C’est d’ailleurs dans cette deuxième partie du film que la douceur et la sensualité de ces relations laissent place à un sentiment plus malsain. Almodóvar aime bousculer nos sens, nos émotions et retourner tout ce que l’on croyait établi : il le réalise avec génie en renversant totalement le personnage de Benigno. Il devient alors très paradoxal et l’on se perd dans nos ressentis à son égard. On éprouve à la fois beaucoup de compassion et d’empathie pour lui dans la majeure partie de l’histoire tant sa manière d’aimer et de vivre l’art est touchante mais il devient difficile de se faire une opinion quand il commet l’impardonnable. En balayant d’un geste tout ce que l’on pouvait trouver beau chez l’infirmier, le réalisateur pousse le spectateur dans ses derniers retranchements et le montre d’une manière qui rend difficile la colère. C’est exactement dans ce retournement que l’on aperçoit le talent du réalisateur espagnol, il bouleverse nos codes moraux et réussit à nous interpeller de telle sorte qu’on se demande si l’on est vraiment humain de ressentir ces émotions pour ce type de personnage. Parle avec elle n’est pas seulement un film sur la beauté de l’amour ; de grandes réflexions jaillissent de cette histoire surprenante. Pedro Almodóvar utilise quelques scènes pour critiquer subtilement les médias et les psychologues et questionner de la même manière le spectateur sur la nature de ce qu’il ressent.

Le tango des duos

Le film est divisé en trois parties, chacune correspondant à un duo, présenté à chaque fois par un plan rapproché en couple dans lequel les deux personnages sont filmés face caméra, de la même manière, comme pour introduire au spectateur, le sujet des séquences qui vont suivre.

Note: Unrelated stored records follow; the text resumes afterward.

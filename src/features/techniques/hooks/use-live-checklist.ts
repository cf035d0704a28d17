// Evaluates the technique being edited in the browser, with the same engine and
// the organisation's policy the server uses, on every change.
import { useDeferredValue, useMemo } from 'react';
import {
  evaluateParsedTechnique,
  parseTechnique,
  type ChecklistOutput,
  type Policy,
  type Technique,
  type TechniqueIssue,
} from '../../../../shared/domain/checklist';

export type LiveChecklist =
  | { kind: 'evaluated'; technique: Technique; output: ChecklistOutput }
  | { kind: 'invalid'; issues: TechniqueIssue[] };

export function evaluateDraft(values: unknown, policy: Policy | undefined): LiveChecklist {
  const parsed = parseTechnique(values);
  if (!parsed.success) return { kind: 'invalid', issues: parsed.issues };
  return { kind: 'evaluated', technique: parsed.data, output: evaluateParsedTechnique(parsed.data, { policy }) };
}

export function useLiveChecklist(values: unknown, policy: Policy | undefined): LiveChecklist {
  // A snapshot by content: the form hands back the same object as it changes.
  const key = JSON.stringify(values ?? null);
  const deferredKey = useDeferredValue(key);
  return useMemo(() => evaluateDraft(JSON.parse(deferredKey), policy), [deferredKey, policy]);
}
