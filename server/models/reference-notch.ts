import { DataTypes, Model, type CreationOptional, type InferAttributes, type InferCreationAttributes, type Sequelize } from 'sequelize';

/** A notch machined into a reference standard (DECIMAL columns come back as strings). */
export class ReferenceNotch extends Model<InferAttributes<ReferenceNotch>, InferCreationAttributes<ReferenceNotch>> {
  declare id: CreationOptional<number>;
  declare equipmentId: number;
  declare position: number;
  declare label: string | null;
  declare orientation: string;
  declare angleDeg: string | number | null;
  declare depthMm: string | number;
  declare lengthMm: string | number;
  declare edgeDistanceMm: string | number | null;
}

export function initReferenceNotch(sequelize: Sequelize) {
  ReferenceNotch.init(
    {
      id: { type: DataTypes.INTEGER, autoIncrement: true, primaryKey: true },
      equipmentId: { type: DataTypes.INTEGER, allowNull: false },
      position: { type: DataTypes.SMALLINT, allowNull: false },
      label: { type: DataTypes.STRING(60), allowNull: true },
      orientation: { type: DataTypes.STRING(20), allowNull: false },
      angleDeg: { type: DataTypes.DECIMAL(6, 2), allowNull: true },
      depthMm: { type: DataTypes.DECIMAL(8, 3), allowNull: false },
      lengthMm: { type: DataTypes.DECIMAL(8, 3), allowNull: false },
      edgeDistanceMm: { type: DataTypes.DECIMAL(8, 3), allowNull: true },
    },
    { sequelize, tableName: 'reference_notches', modelName: 'ReferenceNotch', timestamps: false },
  );
}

Cela débute avec Marco et Benigno assis dans la salle de spectacle, pourtant aucune partie ne porte leurs noms. Chaque titre de chapitre met l’accent sur un couple formé d’un homme et d’une femme ; à aucun moment celui composé de Benigno et Marco n’apparaît comme véritable duo bien que leur amitié naisse clairement à l’écran. Chaque tandem possède ses différences et se complète en même temps de la plus belle des manières. L’opposition est maîtresse dans ces binômes, pourtant les personnages sont d’une complémentarité étonnante. On pourrait croire que Lydia est le côté force et courage du duo qu’elle forme avec Marco, et pourtant lorsqu’elle a peur de la couleuvre, c’est lui qui se révèle vaillant bien qu’il finisse par montrer à nouveau sa sensibilité en pleurant. C’est là toute la puissance du film : faire se rejoindre quelques opposés habilement. Le contraste est également bien présent dans la manière dont les deux couples principaux se comportent : aussi bien dans la façon d’être au chevet de la femme qu’ils aiment que dans la structure de leur relation et de leur amour. Le réalisateur alterne force et faiblesse, élégance et puissance et bouscule totalement nos esprits en mettant en scène ces contraires à tous les niveaux. Si l’amitié entre Benigno et Marco ne suffit pas à être un duo à part entière pour devenir le titre d’une partie, un second binôme est passé sous silence mais existe bel et bien dans ses différences. Lydia incarne la puissance avec l’intensité et la détermination de son regard lorsqu’elle est dans l’arène là où Alicia symbolise l’élégance avec la danse. Pourtant, encore une fois, ces deux-là se rapprochent dans leurs gestes et dans la finesse de leurs mouvements qui pourraient s’assembler. C’est dans la manière intelligente de filmer d’Almodóvar que ressortent ces divergences pourtant très proches. La mise en scène nous entraîne totalement dans l’histoire et nous fait danser au rythme de ces tandems incroyables avec des musiques qui suivent toujours le rythme. Et les allers-retours dans le temps sont aussi bien faits que le reste de la mise en scène pour rendre compte de ces quatre vies mêlées.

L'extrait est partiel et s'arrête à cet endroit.